Task details> Go through the records line by line from the top and repeat each one exactly, ending with the line that contains "practice, no source).".

Extracted data>
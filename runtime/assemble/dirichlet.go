package assemble

import "github.com/formwright/formwright/runtime/sparse"

// SymmetryTol is the relative tolerance of the symmetry test in
// Constrain: assembled symmetric forms differ from exact symmetry only by
// the rounding of the kernel's products (common practice, no source).
const SymmetryTol = 1e-12

// Constrain imposes the value conditions x_i = values[i] (fixed[i]) on
// A x = b in place by row elimination (sparse.CSR.EliminateRows). When A
// is symmetric to SymmetryTol the fixed columns are eliminated as well, so
// A stays symmetric (and positive definite if it was), for CG. It reports
// whether A was found symmetric.
func Constrain(A *sparse.CSR, b []float64, fixed []bool, values []float64) (symmetric bool) {
	symmetric = A.IsSymmetric(SymmetryTol)
	A.EliminateRows(fixed, values, b, symmetric)
	return symmetric
}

Answer to this exercise>
filename runtime/assemble/dirichlet.go
package assemble

import "github.com/formwright/formwright/runtime/sparse"

// SymmetryTol is the relative tolerance of the symmetry test in
// Constrain: assembled symmetric forms differ from exact symmetry only by
// the rounding of the kernel's products (common practice, no source).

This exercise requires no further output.